Mehr Scham hatten ganz offensichtlich die Wähler, die die Pollsters über ihre Absichten, Trump zu wählen, belogen haben. Bis zu einem gewissen Grad berechnen die Demoskopen solche Effekte zwar mit ein, aber die Scham, zuzugeben, diesen schamlosen Kandidaten wählen zu wollen, war offenbar grösser als bei allen anderen wenig salonfähigen Kandidaten zuvor.  

So haben sich dank der für Trump schlechten Umfragewerte alle in falscher Sicherheit gewiegt, während dieser seinen Wahlkampf allen vermeintlich fatalen Skandalen zum Trotz unbeirrt weiterführte und so die Stimmen derjenigen holte, die «mal ein Zeichen setzen» wollten, aber nie damit rechneten, mit ihrer Stimme dem unverbesserlichen Narzissten tatsächlich den Weg ins mächtigste politische Amt der Welt ebnen. 

Möglich, dass die verarmten weissen Arbeitersegmente im deindustrialisierten Rustbelt von Pennsylvania, Ohio und Michigan von den Demokraten enttäuscht sind.

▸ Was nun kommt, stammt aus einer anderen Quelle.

import { describe, expect, it } from 'vitest';
import { SPEED_OF_LIGHT } from '../src/physics';
import {
  parseAngle,
  parseBandwidth,
  parseFrequency,
  parseGap,
  parseLength,
  parseNumber,
  parseNumberList,
  parsePrice,
  parseTime,
  parseWavelength,
} from '../src/plan/units';

describe('units: quantities as typed in a project table', () => {
  it('lengths, with a default unit for bare numbers (SI definitions of the prefixes)', () => {
    expect(parseLength('cell', '20 nm')).toBe(2e-8);
    expect(parseLength('cell', '0.02 um')).toBe(2e-8);
    expect(parseLength('cell', '0.02 µm')).toBe(2e-8);
    expect(parseLength('cell', 20)).toBe(2e-8); // default nm
    expect(parseLength('cell', '1 mm', 'nm')).toBe(1e-3);
    expect(parseLength('cell', '1', 'm')).toBe(1);
  });

  it('wavelength from a length or a frequency, λ = c/f (definition)', () => {
    expect(parseWavelength('band_short', '1550 nm')).toBe(1.55e-6);
    expect(parseWavelength('band_short', '1.55 um')).toBe(1.55e-6);
    // c/1550 nm = 193.414489032… THz; 12 significant digits of it give back exactly 1550 nm.
    expect(parseWavelength('band_short', '193.414489032 THz')).toBe(1.55e-6);
    expect(parseWavelength('band_short', '30 GHz')).toBe(Number((SPEED_OF_LIGHT / 30e9).toPrecision(12)));
    expect(parseWavelength('band_short', '9.99308193333 mm')).toBe(parseWavelength('band_short', '30 GHz'));
  });

  it('times, frequencies, angles, data rates', () => {
    expect(parseTime('duration', '2.5 h')).toBe(9000);
    expect(parseTime('duration', '500 fs')).toBe(5e-13);
    expect(parseTime('duration', 500)).toBe(5e-13); // default fs
    expect(parseFrequency('ring_frequency', '194 THz')).toBe(1.94e14);
    expect(parseAngle('angle_max', '30 deg')).toBe(30);
    expect(parseAngle('angle_max', 30)).toBe(30);
    expect(parseAngle('angle_max', '0.5 rad')).toBe(Number(((0.5 * 180) / Math.PI).toPrecision(12)));
    expect(parseBandwidth('bandwidth', '10 GB/s')).toBe(1e10);
    expect(parseBandwidth('bandwidth', 12.5)).toBe(1.25e10); // default GB/s
  });

  it('plain numbers, percentages, prices, gaps and lists', () => {
    expect(parseNumber('intensity_error', '1%')).toBe(0.01);
    expect(parseNumber('intensity_error', '0.01')).toBe(0.01);
    expect(parsePrice('price_per_hour', '$3/h')).toBe(3);
    expect(parsePrice('price_per_hour', '2.40 EUR/h')).toBe(2.4);
    expect(parsePrice('price_per_hour', '3 per hour')).toBe(3);
    expect(parsePrice('price_per_hour', 0.4)).toBe(0.4);
    expect(parseGap('gap', '5 cells')).toEqual({ cells: 5 });
    expect(parseGap('gap', 5)).toEqual({ cells: 5 });
    expect(parseGap('gap', '0.5 wavelengths')).toEqual({ wavelengths: 0.5 });
    expect(parseGap('gap', '1 λ')).toEqual({ wavelengths: 1 });
    expect(parseGap('gap', '300 nm')).toEqual({ metres: 3e-7 });
    expect(parseNumberList('orders', '2, 3 4')).toEqual([2, 3, 4]);
  });

  it('wrong dimensions give a specific error', () => {
    expect(() => parseWavelength('wavelength', '5 kg')).toThrow('wavelength must be a length or a frequency (got 5 kg)');
    expect(() => parseLength('cell', '3 THz')).toThrow('cell must be a length (got 3 THz)');
    expect(() => parseTime('duration', '3 nm')).toThrow('duration must be a time (got 3 nm)');
    expect(() => parseWavelength('band_short', '3 parsecs')).toThrow(/band_short must be a length or a frequency \(got "3 parsecs"/);
    expect(() => parseLength('cell', '-3 nm')).toThrow('cell must be greater than 0 (got -3 nm)');
    expect(() => parseNumber('coupling', 'half')).toThrow('coupling must be a plain number (got "half")');
    expect(() => parsePrice('price_per_hour', 'cheap')).toThrow(/price_per_hour must be a price per hour/);
    expect(() => parseGap('gap', '2 s')).toThrow(/gap must be a number of cells, of wavelengths/);
  });

  it('a repeated text is parsed once and gives the same value (cache)', () => {
    const a = parseWavelength('band_short', '1310 nm');
    const b = parseWavelength('band_short', '1310 nm');
    expect(Object.is(a, b)).toBe(true);
    expect(() => parseWavelength('band_long', 'x nm')).toThrow(/band_long/);
    expect(() => parseWavelength('band_short', 'x nm')).toThrow(/band_short/);
  });
});
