/**
 * Reading project tables: encodings, delimiters, the header below title
 * rows, sheets, cells beyond the header, repeated fields, .xlsx cells
 * (shared and rich strings, formulas, formats, dates, escapes). Expected
 * values come from the formats' definitions (RFC 4180, RFC 3629, the WHATWG
 * Encoding Standard, ECMA-376 Part 1) or from the test's own cells.
 */
import { afterAll, describe, expect, it } from 'vitest';
import { spawnSync } from 'child_process';
import { mkdtempSync, readFileSync, rmSync, writeFileSync } from 'fs';
import { tmpdir } from 'os';
import { join } from 'path';
import { main } from '../src/cli/main';
import type { CommandIO } from '../src/cli/io';
import { describeRead, planTable, readTable, type Table } from '../src/plan/table-file';
import { decodeTable, windows1252 } from '../src/plan/table/decode';
import { slideFormula } from '../src/plan/table/xlsx-read';
import { isDateFormat, serialDateText } from '../src/plan/table/formats';
import { ooxmlEscape, ooxmlUnescape, plainNumber } from '../src/plan/table/text';
import { priceParts, parsePrice } from '../src/plan/units';
import { buildXlsx, rowXml } from './support/xlsx-build';

const dir = mkdtempSync(join(tmpdir(), 'hush-read-'));
afterAll(() => rmSync(dir, { recursive: true, force: true }));

let n = 0;
function file(name: string, content: string | Buffer): string {
  const f = join(dir, `${n++}-${name}`);
  writeFileSync(f, content);
  return f;
}

async function run(argv: string[]) {
  const out: string[] = [];
  const err: string[] = [];
  const io: CommandIO = { out: (t) => out.push(t), err: (t) => err.push(t), isTTY: false };
  const code = await main(argv, io);
  return { code, out, err };
}

/** A 1-D study that plans in a few milliseconds (the demo's smallest kind). */
const HEAD = ['study', 'dimensions', 'band_short', 'cell', 'cells_x', 'intensity_error'];
const ROW = ['s1', '1', '1550 nm', '50 nm', '100', '1%'];

function values(t: Table): unknown[][] {
  return t.rows.map((r) => r.values);
}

Möglich auch, dass die demokratischen Fans von Bernie Sanders die unbeliebte Hillary Clinton im Stich gelassen haben. Und möglich, dass viele Afroamerikaner, mit denen die Demokraten fest gerechnet haben, nach Jahren grassierender Polizeigewalt und ohne Obama auf dem Ticket den Urnen ferngeblieben sind. 

Erst die Nachwahlbefragungen werden zeigen, welche Wählersegmente in welchen Regionen von den Demokraten abgefallen sind oder welche bisherigen Nichtwähler Trumps Kampagne mobilisieren konnte.

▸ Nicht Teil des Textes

import { describe, expect, it } from 'vitest';
import {
  courantLimit,
  discreteAngle,
  discreteWavenumber,
  minimumResolvablePpw,
  numericalPhaseVelocity,
  HushInputError,
} from '../src/physics';

describe('Courant limit', () => {
  it('is 1/√D on a uniform cubic grid (Taflove & Hagness, 3rd ed., ch. 4)', () => {
    expect(courantLimit(1)).toBe(1);
    expect(courantLimit(2)).toBeCloseTo(Math.SQRT1_2, 15);
    expect(courantLimit(3)).toBeCloseTo(1 / Math.sqrt(3), 15);
  });
  it('rejects 0, 4 and 2.5 dimensions with a typed error', () => {
    for (const d of [0, 4, 2.5, NaN]) expect(() => courantLimit(d)).toThrow(HushInputError);
  });
});

describe('numerical phase velocity', () => {
  it('1-D, S = 0.5: v_p/c ≈ 0.9969 at 20 cells/λ and ≈ 0.9873 at 10 (Schneider, Understanding the FDTD Method, chapter on dispersion)', () => {
    expect(numericalPhaseVelocity(20, 0.5)).toBeCloseTo(0.9969, 4);
    expect(numericalPhaseVelocity(10, 0.5)).toBeCloseTo(0.9873, 4);
  });
  it('1-D, S = 1 is dispersion-free (Schneider, Understanding the FDTD Method, the "magic time step")', () => {
    for (const p of [3, 5, 10, 40]) expect(numericalPhaseVelocity(p, 1)).toBeCloseTo(1, 12);
  });
  it('is slowest along the axis and fastest along the diagonal in 2-D (Taflove & Hagness, 3rd ed., ch. 4)', () => {
    const axis = numericalPhaseVelocity(10, 0.5, 0);
    const diag = numericalPhaseVelocity(10, 0.5, 45);
    expect(diag).toBeGreaterThan(axis);
    expect(numericalPhaseVelocity(10, 0.5, 30)).toBeGreaterThan(axis);
    expect(numericalPhaseVelocity(10, 0.5, 30)).toBeLessThan(diag);
  });
  it('in a medium of index n depends only on S/n (derived: the medium is a vacuum with speed c/n)', () => {
    expect(numericalPhaseVelocity(15, 0.5, 20, 2)).toBeCloseTo(numericalPhaseVelocity(15, 0.25, 20, 1), 14);
  });
  it('the discrete wavevector along θ satisfies the Yee dispersion relation (physics.md §4)', () => {
    const S = 0.55;
    for (const th of [0, 13, 37, 45, 61, 80]) {
      const q = discreteWavenumber(12, S, th);
      const t = (th * Math.PI) / 180;
      const lhs = Math.sin((Math.PI * S) / 12) ** 2 / S ** 2;
      const rhs = Math.sin((q * Math.cos(t)) / 2) ** 2 + Math.sin((q * Math.sin(t)) / 2) ** 2;
      expect(rhs).toBeCloseTo(lhs, 14);
    }
  });
  it('discreteAngle inverts the wavevector construction (derived)', () => {
    const S = 0.5;
    const q = discreteWavenumber(16, S, 33);
    const kt = q * Math.sin((33 * Math.PI) / 180);
    const { angleDeg } = discreteAngle((2 * Math.PI * S) / 16, kt, S);
    expect(angleDeg).toBeCloseTo(33, 10);
  });
  it('has a resolvable limit: 2 cells per wavelength at S = 1 (Nyquist), more at smaller S (derived)', () => {
    expect(minimumResolvablePpw(1, 0)).toBeCloseTo(2, 12);
    const lim = minimumResolvablePpw(0.5, 0);
    expect(lim).toBeCloseTo((Math.PI * 0.5) / Math.asin(0.5), 12);
    expect(() => numericalPhaseVelocity(lim * 0.99, 0.5)).toThrow(/cells per wavelength must be more than/);
    expect(() => numericalPhaseVelocity(NaN, 0.5)).toThrow(HushInputError);
  });
});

Für die nächsten vier Jahre spielt das alles erst Mal keine Rolle. 

Das politische Establishment in den USA muss zur Kenntnis nehmen, dass ein Outsider mit unmöglichem politischem Programm und ohne schlagkräftige Kampagnenorganisation, der sich dazu noch unmöglich benimmt, darin aber konstant authentisch ist, alle Berufspolitiker mitsamt ihren Spindoctors geschlagen und sämtliche Regeln des Wahlkampfs und der empirischen Meinungsforschung ausser Kraft gesetzt hat.  

Und die Welt muss sich darauf einstellen, dass die nächsten vier Jahre ein Präsident im Oval Office sitzt, der sich für nichts, was er tut, schämt.